[Saved data entries]
● ● ●
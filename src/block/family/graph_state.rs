//! Perfect tensors from weighted graphs over finite fields.

use super::{Family, Legs};
use crate::block::existence::obstruction;
use crate::block::{Block, BlockError, PrimePart, Request, Stabilizer};
use crate::field::{Field, factorise};

pub(super) const FIVE: Family = Family {
    name: "five-leg",
    legs: Legs::Exactly(5),
    dimensions: "every D >= 2",
    construction: "graph state of the ring of five",
    source: "recomputed here: every bipartition's determinantal divisors are 1",
    stabilizer: "over GF(q) for each prime power q of D",
    isometric: "all",
    options: &[],
    make: |r| circulant(r, &[1, 0]),
};

pub(super) const SIX: Family = Family {
    name: "six-leg",
    legs: Legs::Exactly(6),
    dimensions: "every D >= 2",
    construction: "graph state of six vertices joined at cyclic distances 2 and 3",
    source: "recomputed here: every off-diagonal 3 x 3 minor is 1 or -1",
    stabilizer: "over GF(q) for each prime power q of D",
    isometric: "all",
    options: &[],
    make: |r| circulant(r, &[0, 1, 1]),
};

/// The graph whose edge between vertices at cyclic distance k weighs `weights[k − 1]`, over
/// every prime power of the dimension.
fn circulant(request: &Request, weights: &[u32]) -> Result<Block, BlockError> {
    let d = request.one_dimension()?;
    let n = request.dims.len();
    if let Some(refusal) = obstruction(n, d).and_then(|e| e.refusal(n, d)) {
        return Err(refusal);
    }
    let adjacency: Vec<Vec<u32>> = (0..n)
        .map(|i| {
            (0..n)
                .map(|j| match i.abs_diff(j) {
                    0 => 0,
                    apart => weights[apart.min(n - apart) - 1],
                })
                .collect()
        })
        .collect();
    let mut parts = Vec::new();
    for (p, m) in factorise(d as u64) {
        let field = Field::new(p.pow(m)).expect("dimensions stay below 2^16");
        parts.push(PrimePart::from_graph(&field, &adjacency));
    }
    Stabilizer::new(parts).into_perfect(&request.family, n, d)
}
● ● ●
* **Task prompt**
Copy out, from the data above, every line holding the word "recomputed".

* **The answer**
    source: "recomputed here: every bipartition's determinantal divisors are 1",
    source: "recomputed here: every off-diagonal 3 x 3 minor is 1 or -1",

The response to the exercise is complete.